Le temple

Photo : Thomas Ricci
Photo : Thomas Ricci

Le temple des soins anti-cancer est devenu un royaume, un empire. Toutes les 3 semaines, je pénètre dans ses bureaux, je patiente dans ses salles d’attente, j’arpente ses couloirs, je discute avec ses occupants. Mon nom est inscrit dans son registre monumental. Toutes les 3 semaines, ils m’attendent, là-bas. Il devient mon temple toute les 3 semaines. J’y vais, j’en reviens. Plus la même. Un peu plus lasse et un peu plus guérie à la fois. La première semaine, dure. La seconde ça va. La troisième je reprends une vie normale. Et ça recommence ...

 

Un lieu où personne n’a jamais envie d’aller.
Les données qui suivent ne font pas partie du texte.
"""Multi-step work-ups of an analyte and its impurities: recovery, carry-over, purity, selectivity.

A work-up is a sequence of steps, each at one pH:

* ``extract``: the aqueous feed (one volume) is shaken with fresh organic portions in turn and
  the organic portions are pooled;
* ``wash``: the pooled organic phase is shaken with fresh aqueous portions in turn, which are
  discarded;
* ``back-extract``: the pooled organic phase is shaken with fresh aqueous portions in turn,
  which are pooled and hold the product (the last step).

Each equilibration is the textbook one: with distribution ratio D, a phase pair of volumes
V_aq and V_org leaves the fraction V_aq / (V_aq + D V_org) in the water and
D V_org / (V_aq + D V_org) in the solvent (IUPAC Gold Book, "distribution ratio", D01817;
successive fresh portions multiply). The organic volume carried from step to step is the sum
of the extraction portions: the mutual solubility of the phases is neglected, which the
dossier says beside the solvent's cautions.

The separation factor of two solutes is beta = D_analyte / D_impurity at one pH (IUPAC Gold
Book, "separation factor", S05603). Purity is the analyte's share of analyte plus impurities in
the product, from the impurities' amounts relative to the analyte in the feed.

Intervals. A quantity g(theta) computed from a fitted model gets the range of g over the
joint confidence region {theta: S(theta) <= S_crit} with the threshold of the fit's own
profile intervals (S_min (1 + F(1, n - p) / (n - p))): for g = log D at one pH this is exactly
the profile-likelihood interval of the fit (Bates & Watts, Nonlinear Regression Analysis and
its Applications, 1988, ch. 6), which the tests use as the reference. A quantity that needs
k independently fitted solutes (analyte and impurities) is ranged over the product of their
regions, each at confidence 0.95^(1/k) so that the product holds all k true values with
probability at least 0.95 (Sidak's inequality for independent data): conservative. An
impurity whose constants the study declares (from a handbook, with its source) carries no
interval of its own. An end reached only where a parameter sits at its search limit is open
(None), as for the fit's own intervals.
"""

from __future__ import annotations

from dataclasses import dataclass, field
from typing import Callable, Sequence

import numpy as np
from scipy import optimize

from . import chemistry as chem
from .fitting import FitResult
from .models import LogDModel
from .quantiles import f_ppf, t_ppf
from .results import Interval, clean
from .study import WorkupStep, workup_problem

#: pH grid spacing of separation-factor curves and of the pH-pair search, pH units
PH_STEP = 0.25
REGION_METHOD = "range over the joint 95 % confidence region (profile-likelihood threshold)"
PRODUCT_METHOD = ("range over the product of the solutes' confidence regions, each at "
                  "0.95^(1/k) for k fitted solutes (Sidak; at least 95 % jointly, conservative)")


# -- the steps (records and their check live with the study's other records) -----------------
Step = WorkupStep
check_steps = workup_problem


def step_dict(s: Step) -> dict:
    return {"kind": s.kind, "pH": clean(s.pH), "aqueous_mL": [clean(v) for v in s.aqueous_mL],
            "organic_mL": [clean(v) for v in s.organic_mL]}


def _log10_one_minus_pow10(x):
    """log10(1 - 10^x) for x <= 0, stably (-inf at x = 0)."""
    with np.errstate(divide="ignore"):
        return np.log10(-np.expm1(np.minimum(x, 0.0) * chem.LN10))


def log_fraction_to_product(log_d, steps: Sequence[Step]) -> np.ndarray:
    r"""log10 of the fraction of a solute that ends in the product phase.

    ``log_d`` holds log10 D of the solute at each step's pH along its last axis (shape
    (..., n_steps)). The product is the pooled organic phase, or the pooled back-extract
    when the last step is a back-extraction.

    .. math::
        f = \Big(1 - \prod_i \frac{V_{aq}}{V_{aq} + D_1 V_i}\Big)
            \prod_{j} \frac{D_2 V_o}{D_2 V_o + W_j}
            \Big(1 - \prod_k \frac{D_3 V_o}{D_3 V_o + B_k}\Big)

    Worked check (one extraction): D = 2, 100 mL water, 50 mL solvent puts half of it in the
    solvent; a wash with 50 mL of water at D = 1 then keeps half of that:

    >>> s = [Step("extract", 7.0, (100.0,), (50.0,)), Step("wash", 7.0, (50.0,))]
    >>> float(10 ** log_fraction_to_product([np.log10(2.0), 0.0], s))
    0.25
    """
    log_d = np.asarray(log_d, dtype=float)
    first = steps[0]
    v_aq = first.aqueous_mL[0]
    v_org = float(sum(first.organic_mL))
    portions = np.log10(np.asarray(first.organic_mL) / v_aq)
    log_q = -np.sum(chem.log10_one_plus_pow10(log_d[..., :1] + portions), axis=-1)
    out = _log10_one_minus_pow10(log_q)
    for i, s in enumerate(steps[1:], start=1):
        ratios = np.log10(np.asarray(s.aqueous_mL) / v_org)
        # fraction kept in the organic phase over the portions: prod D V_o / (D V_o + W_j)
        log_keep = -np.sum(chem.log10_one_plus_pow10(ratios - log_d[..., i:i + 1]), axis=-1)
        out = out + (log_keep if s.kind == "wash" else _log10_one_minus_pow10(log_keep))
    return out


def product_phase(steps: Sequence[Step]) -> str:
    return "aqueous" if steps[-1].kind == "back-extract" else "organic"


# -- solutes ------------------------------------------------------------------------------------
@dataclass(frozen=True)
class Solute:
    """A solute of the work-up: fitted from its own runs (``fit``) or with declared constants.

    ``amount_ratio`` is its amount in the feed relative to the analyte's (impurities, for
    purity); ``source`` cites declared constants.
    """

    name: str
    model: LogDModel
    theta: np.ndarray
    fit: FitResult | None = None
    source: str | None = None
    amount_ratio: float | None = None

    @classmethod
    def fitted(cls, name: str, fit: FitResult, amount_ratio: float | None = None) -> "Solute":
        return cls(name, fit.model, np.asarray(fit.theta, dtype=float), fit, None, amount_ratio)

    def log_d(self, pH, theta=None) -> np.ndarray:
        t = self.theta if theta is None else theta
        return self.model.log_d(np.atleast_1d(np.asarray(pH, dtype=float)), t)


# -- ranges over confidence regions -------------------------------------------------------------
def _s_crit(fit: FitResult, level: float) -> float:
    """Threshold on the weighted SS: the fit's profile threshold at another confidence."""
    if abs(level - 0.95) < 1e-12:
        return fit.s_crit
    return fit.rss * (1.0 + f_ppf(level, 1, fit.dof) / fit.dof)


def _num_grad(g: Callable[[np.ndarray], float], x: np.ndarray) -> np.ndarray:
    h = 1e-6 * np.maximum(1.0, np.abs(x))
    out = np.empty_like(x)
    for k in range(x.size):
        e = np.zeros_like(x)
        e[k] = h[k]
        out[k] = (g(x + e) - g(x - e)) / (2 * h[k])
    return out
Ou chacun espère ne jamais avoir se rendre. Ca c’est trop tard, on oublie. Comme dans un hôtel un peu particulier, on y entre comme chez soi, le temps d’une journée, de quelques heures. Les gens y sont de passage. Tout le monde sait pourquoi je suis là et je sais pourquoi tout le monde est là. Et tout le monde sait que personne n’a le choix. Ca créé des raccourcis. Le temple est un lieu où ni l’ambiguïté ni le jugement n’existent. Une mini société s’est échafaudée derrière ses murs. Toutes les caractéristiques humaines y sont représentées en version intense, accélérée.  On y croise des jeunes, des vieux, médecins, infirmiers, visiteurs, on y croise des ombres, des gens qui sourient, qui pleurent, qui ont peur, des gens apaisés, curieux, attentifs. Très attentifs.

 

Je suis pressée de le quitter et hâtée de le retrouver. Je dois y aller. Je veux y aller. C’est là qu’on sait. Là qu’on me connait. C’est là qu’est ma place toutes les 3 semaines. Je retourne au temple comme je rejoints ma place. Ma vie tourne uniquement autour de cette visite et de ses conséquences. Vertigineux quand on y pense. Je sens venir le moment où il me faut commencer à la préparer. Organiser les rituels, les papiers, les rendez-vous. Je connais les étapes, les impératifs. Puis l’avion, le taxi, l’arrivée, la veille ... Et enfin, la raison de tout ça ... Le temple. Derrière ses murs d’enceinte, le temps ne s’écoule plus pareil. Le temple est un autre  monde dans le monde. Un autre vortex de la réalité. Il détient ses propres codes, ses propres règles. Il est la pire et la meilleure chose à la fois.